# Make ur dvd read by CD-ROM Drive



## digit_technology2001 (Jun 16, 2008)

hey guys....
sum1 told me dat i can make dvd read by Cd-rom drive.....
can anyone help me?


----------



## nvidia (Jun 16, 2008)

Its impossible. The only way to make it read a DVD is by upgrading your CD drive.. 
You can get a good DVD writer for around 1.3k now..


----------



## Most Wanted (Jun 17, 2008)

I Open this thread as i am going to find a best tut. but uh.. lol.


----------



## Ecko (Jun 17, 2008)

*files.myopera.com/Tamil/Smilies/Secret.gif Ya I know the way 
Ur get a DVD drive & scratch the logo written on it *DVD Multi*
Then say to all ur CD drive reads DVD *files.myopera.com/Tamil/Smilies/Cheers.gif 
Bull$hit you wanna say that all techno ppl who upgrade are fools *files.myopera.com/Tamil/Smilies/Hit.gif


----------



## adi007 (Jun 17, 2008)

It's easy..
Take a empty DVD and put in the drive it will surely read it as empty...see what a miracle..


----------



## ico (Jun 17, 2008)

Ecko said:


> *files.myopera.com/Tamil/Smilies/Secret.gif Ya I know the way
> Ur get a DVD drive & scratch the logo written on it *DVD Multi*
> Then say to all ur CD drive reads DVD *files.myopera.com/Tamil/Smilies/Cheers.gif
> Bull$hit you wanna say that all techno ppl who upgrade are fools *files.myopera.com/Tamil/Smilies/Hit.gif


Rofl.....


----------



## topgear (Jun 20, 2008)

Most Wanted said:


> I Open this thread as i am going to find a best tut. but uh.. lol.



Same case here .

@ digit_technology2001  	
Why don't you buy a dvd writer instead of wasting your ( our also ) time. DVD writers are dirt cheap now.

even I had searched for this kind of thing oce.... All I found some worthless & misleading links.

It's a hardware limitation. CD drive can never read DVD.

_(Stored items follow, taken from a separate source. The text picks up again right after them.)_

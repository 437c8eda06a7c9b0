import { describe, expect, it } from 'vitest';
import type { EpochRecord } from '@netbreeder/shared-types';
import { finalTrainingLength } from './final-length.js';

const curve = (val: Array<number | null>): EpochRecord[] => val.map((v, i) => ({ epoch: i + 1, trainLoss: 1, trainAccuracy: 0.5, valLoss: v === null ? null : 1 - v, valAccuracy: v, seconds: 1 }));

describe('finalTrainingLength', () => {
  it('takes the epoch of the best validation accuracy (the earliest among equals)', () => {
    expect(finalTrainingLength(undefined, curve([0.5, 0.7, 0.8, 0.8, 0.75]), 5)).toMatchObject({ epochs: 3, rule: 'learning-curve' });
    expect(finalTrainingLength(undefined, curve([0.9, 0.7]), 2)).toMatchObject({ epochs: 1, rule: 'learning-curve' });
  });

  it('takes the whole final budget when the curve reached its best in its last quarter, and only then', () => {
    expect(finalTrainingLength(undefined, curve([0.5, 0.7, 0.8]), 3, 14)).toMatchObject({ epochs: 14, rule: 'still-rising' });
    expect(finalTrainingLength(undefined, curve([0.5, 0.6, 0.7, 0.8, 0.9, 0.95, 0.97, 0.99, 0.98]), 9, 14)).toMatchObject({ epochs: 14, rule: 'still-rising' });
    expect(finalTrainingLength(undefined, curve([0.5, 0.8, 0.7]), 3, 14)).toMatchObject({ epochs: 2, rule: 'learning-curve' });
    expect(finalTrainingLength(undefined, curve([0.5, 0.9, 0.8, 0.8, 0.8, 0.8]), 6, 14)).toMatchObject({ epochs: 2, rule: 'learning-curve' });
    expect(finalTrainingLength(undefined, curve([0.5, 0.7, 0.8]), 3)).toMatchObject({ epochs: 3, rule: 'learning-curve' });
    // A budget shorter than the curve never shortens it.
    expect(finalTrainingLength(undefined, curve([0.5, 0.7, 0.8]), 3, 2)).toMatchObject({ epochs: 3, rule: 'learning-curve' });
  });

  it('takes the whole final budget when the last epoch is within the noise of the best (two standard errors over the validation samples), and not beyond it', () => {
    // 1,200 validation samples at 96.25%: 2·sqrt(0.9625·0.0375/1200) = 1.10 points. A curve of the MNIST
    // bench (seed 4): best 96.25% at epoch 3, last 95.42% at epoch 8, 0.83 points below.
    const plateau = curve([0.9608, 0.9575, 0.9625, 0.9575, 0.9575, 0.9592, 0.9608, 0.9542]);
    expect(finalTrainingLength(undefined, plateau, 8, 21, 1200)).toMatchObject({ epochs: 21, rule: 'within-noise', detail: expect.stringMatching(/±1\.10 points/) });
    expect(finalTrainingLength(undefined, plateau, 8, undefined, 1200)).toMatchObject({ epochs: 8, rule: 'within-noise' });
    // With 20,000 samples the noise is 0.28 points: the drop is real, the best epoch stands.
    expect(finalTrainingLength(undefined, plateau, 8, 21, 20_000)).toMatchObject({ epochs: 3, rule: 'learning-curve' });
    // A real drop (10 points) on 1,200 samples, and a curve read without validation counts (regression).
    expect(finalTrainingLength(undefined, curve([0.5, 0.9, 0.8, 0.8, 0.8, 0.8]), 6, 14, 1200)).toMatchObject({ epochs: 2, rule: 'learning-curve' });
    expect(finalTrainingLength(undefined, plateau, 8, 21)).toMatchObject({ epochs: 3, rule: 'learning-curve' });
  });

  it("keeps the run file's champion.epochs when it is set", () => {
    expect(finalTrainingLength(12, curve([0.5, 0.9]), 2)).toEqual({ epochs: 12, rule: 'run-file', detail: expect.stringMatching(/champion\.epochs/) });
  });

  it('falls back to the search budget when the curve has no validation scores', () => {
    expect(finalTrainingLength(undefined, curve([null, null]), 4)).toMatchObject({ epochs: 4, rule: 'genome-epochs' });
    expect(finalTrainingLength(undefined, [], 3)).toMatchObject({ epochs: 3, rule: 'genome-epochs' });
  });

  it('names a regression run\'s score a fitness, never an accuracy or a percentage', () => {
    for (const [budgetMax, rule] of [[undefined, 'learning-curve'], [14, 'still-rising']] as const) {
      const length = finalTrainingLength(undefined, curve([0.5, 0.7, 0.8]), 3, budgetMax, undefined, 'regression');
      expect(length.rule).toBe(rule);
      expect(length.detail).toContain('best validation fitness, 0.8000');
      expect(length.detail).not.toMatch(/accuracy|%/i);
    }
    expect(finalTrainingLength(undefined, curve([0.5, 0.7, 0.8]), 3).detail).toContain('best validation accuracy, 80.00%');
  });
});
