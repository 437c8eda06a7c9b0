import { describe, expect, it } from 'vitest';
import { rankByValidation, type SearchEvidence } from './validation-evidence.js';

const r = (id: string, genomeHash: string, seq: number, valAccuracy: number | null, epochs: number, params = 100): SearchEvidence => ({ id, genomeHash, seq, valAccuracy, params, job: { budget: { epochs } } });

describe('rankByValidation', () => {
  it('scores each genome by its results at its largest budget, their mean', () => {
    const ranked = rankByValidation([
      r('a-rung0', 'a', 0, 0.95, 1), // a short training that looked better than the longer one
      r('a-rung1', 'a', 5, 0.8, 3),
      r('b1', 'b', 1, 0.9, 3),
      r('b2', 'b', 7, 0.84, 3),
      r('c', 'c', 2, null, 3),
    ]);
    expect(ranked.map((e) => [e.genomeHash, e.id, e.valAccuracy.toFixed(2), e.results])).toEqual([
      ['b', 'b1', '0.87', 2],
      ['a', 'a-rung1', '0.80', 1],
    ]);
  });

  it('breaks ties by fewer parameters, then the earlier result', () => {
    const ranked = rankByValidation([r('x', 'x', 3, 0.9, 2, 500), r('y', 'y', 4, 0.9, 2, 200), r('z', 'z', 1, 0.9, 2, 200)]);
    expect(ranked.map((e) => e.id)).toEqual(['z', 'y', 'x']);
  });
});
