/** A finished search result as the champion's choice sees it: validation evidence only (no test score exists yet). */
export interface SearchEvidence {
  id: string;
  genomeHash: string;
  seq: number;
  valAccuracy: number | null;
  params: number;
  job: { budget: { epochs: number } };
}

/**
 * One entry per distinct genome, best first, from its validation evidence alone: the results at
 * the largest training budget the genome had (an ASHA promotion's longer training outranks its
 * short rung-0 one; a genome evaluated several times at that budget is scored by their mean), then
 * ranked by that validation accuracy, fewer parameters among equals, then the earlier result. Each
 * entry is that genome's best result at that budget, with `valAccuracy` replaced by the mean and
 * `results` counting the results averaged. Pure; the test split plays no part.
 */
export function rankByValidation<E extends SearchEvidence>(results: readonly E[]): Array<E & { valAccuracy: number; results: number }> {
  const byGenome = new Map<string, E[]>();
  for (const r of results) if (r.valAccuracy !== null) byGenome.set(r.genomeHash, [...(byGenome.get(r.genomeHash) ?? []), r]);
  const ranked = [...byGenome.values()].map((rows) => {
    const budget = Math.max(...rows.map((r) => r.job.budget.epochs));
    const atBudget = rows.filter((r) => r.job.budget.epochs === budget);
    const best = atBudget.reduce((a, b) => (b.valAccuracy! > a.valAccuracy! || (b.valAccuracy === a.valAccuracy && b.seq < a.seq) ? b : a));
    const mean = atBudget.reduce((s, r) => s + r.valAccuracy!, 0) / atBudget.length;
    return { ...best, valAccuracy: mean, results: atBudget.length };
  });
  return ranked.sort((a, b) => b.valAccuracy - a.valAccuracy || a.params - b.params || a.seq - b.seq);
}
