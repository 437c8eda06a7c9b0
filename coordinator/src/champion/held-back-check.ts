import type { ChampionCandidate } from '@netbreeder/shared-types';

/** The most validation samples the held-back check keeps out of the final trainings. */
export const MAX_HELD_BACK = 5000;

/**
 * How many validation samples the final trainings of the champion and the reference network leave
 * out (`champion.selectionShare` of the validation split, at most {@link MAX_HELD_BACK}); 0 when
 * the check is off or the split is too small to hold any back and still train on some.
 */
export function heldBackCount(valCount: number, share: number | undefined): number {
  if (!share || share <= 0) return 0;
  const n = Math.min(MAX_HELD_BACK, Math.floor(valCount * share));
  return n >= 1 && n < valCount ? n : 0;
}

/**
 * The two candidates the held-back check compares: the search's champion and the run's reference
 * network, when both get a final training of their own (none when the reference is the champion,
 * or the run has no reference).
 */
export function heldBackPair(candidates: readonly ChampionCandidate[]): { champion: ChampionCandidate; reference: ChampionCandidate } | null {
  const champion = candidates.find((c) => c.champion !== false && !c.reference);
  const reference = candidates.find((c) => c.reference && c.champion === false);
  return champion && reference ? { champion, reference } : null;
}

/** Which side of the pair the final training keyed `seq` is, or null when it is neither. */
export function heldBackSide(pair: { champion: ChampionCandidate; reference: ChampionCandidate }, seq: number): 'champion' | 'reference' | null {
  return seq === pair.champion.seq ? 'champion' : seq === pair.reference.seq ? 'reference' : null;
}

/**
 * Which final training is exported: the reference network's only when it scored strictly higher on
 * the held-back validation samples than the search's champion (a tie, or a missing score, keeps
 * the search's choice). Accuracy for classification, the search's fitness for regression: higher
 * is better for both.
 */
export function heldBackWinner(championScore: number | null | undefined, referenceScore: number | null | undefined): 'search' | 'reference' {
  return typeof championScore === 'number' && typeof referenceScore === 'number' && referenceScore > championScore ? 'reference' : 'search';
}
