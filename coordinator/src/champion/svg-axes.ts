/**
 * Axes for the report's small SVG charts: tick marks with their values on both axes and a title
 * on each, so a reader can read a value off every chart. Pure.
 */

/** Tick values at a round step (1, 2 or 5 times a power of ten) from `lo` to `hi`, about `count` of them. */
export function niceTicks(lo: number, hi: number, count = 5): number[] {
  if (!(hi > lo) || !Number.isFinite(lo) || !Number.isFinite(hi)) return Number.isFinite(lo) ? [lo] : [];
  const rough = (hi - lo) / Math.max(1, count);
  const power = 10 ** Math.floor(Math.log10(rough));
  const step = [1, 2, 5, 10].map((m) => m * power).find((s) => s >= rough * 0.999)!;
  const ticks: number[] = [];
  // Rounded to the step's own precision, so 0.1 + 0.2 prints as 0.3.
  const digits = Math.max(0, -Math.floor(Math.log10(step)) + 1);
  for (let v = Math.ceil(lo / step - 1e-9) * step; v <= hi + step * 1e-9; v += step) ticks.push(Number(v.toFixed(digits)));
  return ticks;
}

/** A number as a tick label: at most 3 significant digits, no trailing zeros. */
export const tickLabel = (v: number): string => String(Number(v.toPrecision(3)));

export interface Axis {
  lo: number;
  hi: number;
  title: string;
  /** The tick values (default: {@link niceTicks} of the range). */
  ticks?: readonly number[];
  format?: (v: number) => string;
  /** A class for its tick labels and title (to colour them as the line they belong to). */
  className?: string;
}

export interface Frame {
  /** Left, top, right and bottom edges of the plot area inside the SVG. */
  left: number;
  top: number;
  right: number;
  bottom: number;
}

const esc = (s: string) => s.replace(/[&<>"]/g, (ch) => ({ '&': '&amp;', '<': '&lt;', '>': '&gt;', '"': '&quot;' })[ch]!);

/** Where a value of `axis` lands between pixel `from` (at lo) and `to` (at hi). */
export const scale = (axis: Axis, from: number, to: number) => (v: number) => from + ((v - axis.lo) / (axis.hi - axis.lo || 1)) * (to - from);

/**
 * The axis lines of `frame`, each axis's ticks with their labels, and the axis titles (x below,
 * y turned along the left edge; an optional second y axis along the right edge). Text carries
 * class `tick` or `axis-title`, so a test or a style sheet can find it.
 */
export function axesSvg(frame: Frame, x: Axis, y: Axis, y2?: Axis): string {
  const { left, top, right, bottom } = frame;
  const fx = scale(x, left, right);
  const out = [`<line x1="${left}" y1="${bottom}" x2="${right}" y2="${bottom}" class="axis"/>`, `<line x1="${left}" y1="${top}" x2="${left}" y2="${bottom}" class="axis"/>`];
  for (const v of x.ticks ?? niceTicks(x.lo, x.hi)) {
    const px = fx(v).toFixed(1);
    out.push(`<line x1="${px}" y1="${bottom}" x2="${px}" y2="${bottom + 4}" class="axis"/><text x="${px}" y="${bottom + 15}" text-anchor="middle" class="tick">${esc((x.format ?? tickLabel)(v))}</text>`);
  }
  const cls = (base: string, axis: Axis) => (axis.className ? `${base} ${axis.className}` : base);
  const vertical = (axis: Axis, at: number, side: 1 | -1) => {
    const fy = scale(axis, bottom, top);
    for (const v of axis.ticks ?? niceTicks(axis.lo, axis.hi)) {
      const py = fy(v).toFixed(1);
      out.push(`<line x1="${at}" y1="${py}" x2="${at + 4 * side}" y2="${py}" class="axis"/><text x="${at + 6 * side}" y="${py}" dy="0.35em" text-anchor="${side < 0 ? 'end' : 'start'}" class="${cls('tick', axis)}">${esc((axis.format ?? tickLabel)(v))}</text>`);
    }
  };
  vertical(y, left, -1);
  out.push(`<text x="${(left + right) / 2}" y="${bottom + 32}" text-anchor="middle" class="axis-title">${esc(x.title)}</text>`);
  out.push(`<text transform="translate(12 ${(top + bottom) / 2}) rotate(-90)" text-anchor="middle" class="${cls('axis-title', y)}">${esc(y.title)}</text>`);
  if (y2) {
    out.push(`<line x1="${right}" y1="${top}" x2="${right}" y2="${bottom}" class="axis"/>`);
    vertical(y2, right, 1);
    out.push(`<text transform="translate(${right + 48} ${(top + bottom) / 2}) rotate(90)" text-anchor="middle" class="${cls('axis-title', y2)}">${esc(y2.title)}</text>`);
  }
  return out.join('\n');
}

Mods please close this thread.


----------



## magneticme200 (Jun 21, 2008)

practically nt possible..
go fr a dvd writer instead...u ll get one in as low as about rs. 1000 or something..!!


----------



## MetalheadGautham (Jun 22, 2008)

simple.
take your cd-rom drive and drop it from the balcony.
go to a shop and buy a DVD-RAM drive for Rs. 1,150/-
put it in the computer.
label it as CD-ROM drive instead of DVD-RAM drive.
Voila! the *CD-ROM* drive is able to read DVDs.


----------



## shift (Jun 22, 2008)

stupid and useless thread


----------



## DigitDonz (Jun 22, 2008)

It's never gonna b possible, both CD Drives and DVD reads in different technology in reading the disc; So I think you won't find a solution to do this


----------



## Sathish (Jun 22, 2008)

I think, this thread is created for such funny answers....

i have enjoyed with answers..... Good Entertainment.. for tea break..


----------



## ajaybc (Jun 22, 2008)

Most Wanted said:


> I Open this thread as i am going to find a best tut. but uh.. lol.



Same here


----------



## pritish_kul2 (Jun 24, 2008)

There are two types of CD-ROM drives we can mod:
-24x to 40x
-40x or higher

Drives slower than 24x are too old to be modded.

24x to 40x CD ROMs

Laser Head Adjustments:
The track pitch of CDs is 1.6 microns, and the track pitch of DVDs is only 0.8 microns. The minimum length of track pits of CDs is .843mm, and the minimum length of track pits of DVDs is 0.293mm. That's why DVD discs can store much more data in the size of a CD.

Pinpointing this situation, we need to adjust the laser head so it can read discs with smaller track pitchs and shorter track pits. Open up the CD-ROM drive, do you see a lens on the rail? That's the laser head. On the side of the laser head, there's a screw you can adjust.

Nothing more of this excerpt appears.